One of the Clark County groups that started, sputtered and stopped after just a handful of productions early in this decade was Pacific Stageworks. Blackthorn wasn’t involved with Pacific Stageworks, but she was and remains an irrepressible thespian who acted at Clark College and with Blue Parrot before life and family took her to places as far-flung as Puyallup and Kansas — where she kept studying acting and launching little grass roots theater companies, she said.

Now, life has returned Blackthorn to Vancouver, and she sums up her feeling this way: “I’m back! Let’s put on a show!”

When she approached friends on the leftover board of Pacific Stageworks, she said, they gave her their blessing — by handing over the entire operation, which has existed for the past half-decade in name only. Blackthorn is now working to rebuild Pacific Stageworks from the ground up; she’s enlisted her old friend Erica Erland to do publicity and general brainstorming, and the pair have launched a couple of projects to get the outfit back onto the local theater map.
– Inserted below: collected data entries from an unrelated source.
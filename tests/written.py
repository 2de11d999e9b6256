"""Circuits and values written out as the text of calc sheets, for laws over random ones."""

from __future__ import annotations

from collections.abc import Mapping, Sequence
from decimal import ROUND_HALF_EVEN, ROUND_HALF_UP, Context, Decimal
from fractions import Fraction

from calccheck.model import Circuit, Element

PREFIXES = {"p": -12, "n": -9, "µ": -6, "m": -3, "": 0, "k": 3, "M": 6}
UNIT = {"V": "V", "I": "A", "P": "W", "R": "Ω", "Isc": "A"}
_UNITS = {"resistor": "Ω", "voltage source": "V", "current source": "A"}


def exactly(value: Fraction) -> str:
    """A decimal fraction in all its digits."""
    digits = Context(prec=60).divide(Decimal(value.numerator), Decimal(value.denominator))
    assert Fraction(digits) == value
    return f"{digits:f}"


def what(e: Element, names: Mapping[str, str]) -> str:
    """The value of a part as a circuit block states it."""
    if e.kind in _UNITS:
        return f"{exactly(e.value)} {_UNITS[e.kind]}"
    if e.control is None:
        return {"short": "short", "open": "open", "capacitor": "100 nF", "inductor": "2.2 mH"}[e.kind]
    volts = e.kind == "controlled voltage source"
    if e.control.part:
        unit, by = (" Ω" if volts else ""), f"I_{e.control.part}"
    else:
        plus, minus = (names.get(n, n) for n in (e.control.plus, e.control.minus))
        unit, by = ("" if volts else " S"), f"V_{{{plus},{minus}}}"
    return f"{exactly(e.value)}{unit} * {by}"


def block(made: Circuit, names: Mapping[str, str] | None = None, order: Sequence[int] | None = None) -> str:
    """A circuit as a fence. ``names``: other names for its nodes; ``order``: of its lines."""
    names = names or {}
    lines = [
        f"{e.name}: {what(e, names)}, {names.get(e.plus, e.plus)} to {names.get(e.minus, e.minus)}"
        for e in made.elements
    ]
    lines = [lines[k] for k in order] if order is not None else lines
    return "\n".join(["```circuit", f"reference {names.get(made.reference, made.reference)}", *lines, "```", "", ""])


def working(*statements: str) -> str:
    """A working fence."""
    return "\n".join(["```working", *statements, "```", "", ""])


def to_figures(value: Fraction, figures: int, half_up: bool = True) -> Decimal:
    """A value rounded to significant figures by decimal arithmetic, a tie away from zero or to the even digit."""
    exact = Context(prec=120).divide(Decimal(value.numerator), Decimal(value.denominator))
    short = Context(prec=figures, rounding=ROUND_HALF_UP if half_up else ROUND_HALF_EVEN).plus(exact)
    return short.quantize(Decimal(1).scaleb(short.adjusted() - figures + 1))  # zeros at its end are figures too


def step(digits: Decimal) -> Decimal:
    """The unit of the last place."""
    return Decimal(1).scaleb(int(digits.as_tuple().exponent))


def spelt(digits: Decimal, unit: str, prefix: str = "", form: str = "plain") -> str:
    """A rounded value of ``unit`` as a sheet prints it, in a prefixed unit, ``plain`` or with an exponent.

    With an exponent wherever it would else be a whole number with zeros at its end, which tells fewer figures than it shows.
    """
    shown = digits.scaleb(-PREFIXES[prefix])
    exponent, last = int(shown.as_tuple().exponent), shown.as_tuple().digits[-1]
    if form == "plain" and (exponent < 0 or (exponent == 0 and last != 0)):
        text = f"{shown:f}"
    else:
        power = shown.adjusted()
        mantissa = f"{shown.scaleb(-power):f}"
        text = f"{mantissa}×10^{power}" if form == "power" else f"{mantissa}e{power}"
    return f"{text.replace('-', '−', 1) if text.startswith('-') else text} {prefix}{unit}"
First comes a Halloween-themed fundraiser called the Dark Times Masquerade Gala, set for the night of Oct. 27 and featuring live Broadway-style musical entertainment, a jazz combo, dinner, dessert, one complimentary cocktail and a cash bar. There’s a silent auction too. The tickets aren’t cheap at $60 per person or $100 per couple, but the point here is fundraising to launch a new project.

The setting for Dark Times is the repurposed downtown event space that used to be occupied by cafe and thrift shop Boomerang. Boomerang the cafe remains, but it’s shrunk to a much smaller size; meanwhile an office-sharing venue called CoLab has taken over and renamed the leftover space as Tandem Hall, and started hosting events and gatherings there — such as the ongoing Night Market on Fridays and Pacific Stageworks’ fundraising gala on the Saturday before Halloween.

Next, on the weekend of Nov. 9 and 10, there will be what Blackthorn calls a “light staging” of Neil Simon’s comedy “Rumors.” That means it’s mostly a rehearsed reading of the script — not a complete production with stage sets and blocking. In other words, all the pressure is on the actors to bring the show to life. That can make for some really vital theater. (Snacks and a cash bar can help.)

Where’s next?

“Rumors” will be performed at a hotel in east Vancouver: the Hampton Inn and Suites at 315 S.E. Olympia Drive. “I’m good at using resources. I see stages everywhere,” Blackthorn said.

That underlines the main obstacle that’s long prevented a real theater scene from thriving in Clark County, Blackthorn said: affordable real estate. When it comes to multiple theater companies, she said, “There’s room for everybody. But there’s no space for anything.”

It’s a problem local arts advocates and the city of Vancouver have struggled with for years — and there may be some news coming soon. But meanwhile, Blackthorn means to steer a fine line between quality mainstream productions that build a cushion for Pacific Stageworks by selling tickets — such as Neil Simon’s “Rumors” — and lesser-known but still “irresistible” plays of all kinds, she said, from musical comedy to timeless tragedy. She means to start slowly, she said, staging just a couple of productions per year.

“It’s not that I want to do super-edgy, out-of-the-Vancouver-comfort-zone shows,” said Blackthorn. “It’s that there are about 50 American plays that everybody knows and … have a history of attracting audiences.” Blackthorn wants to look beyond that predictable rotation for material that’s just as appealing but not so “overdone,” she said.

There may be obstacles, Blackthorn said, but a shortage of talented people isn’t one of them. “I want to rebuild the theater community back to what it was,” she said.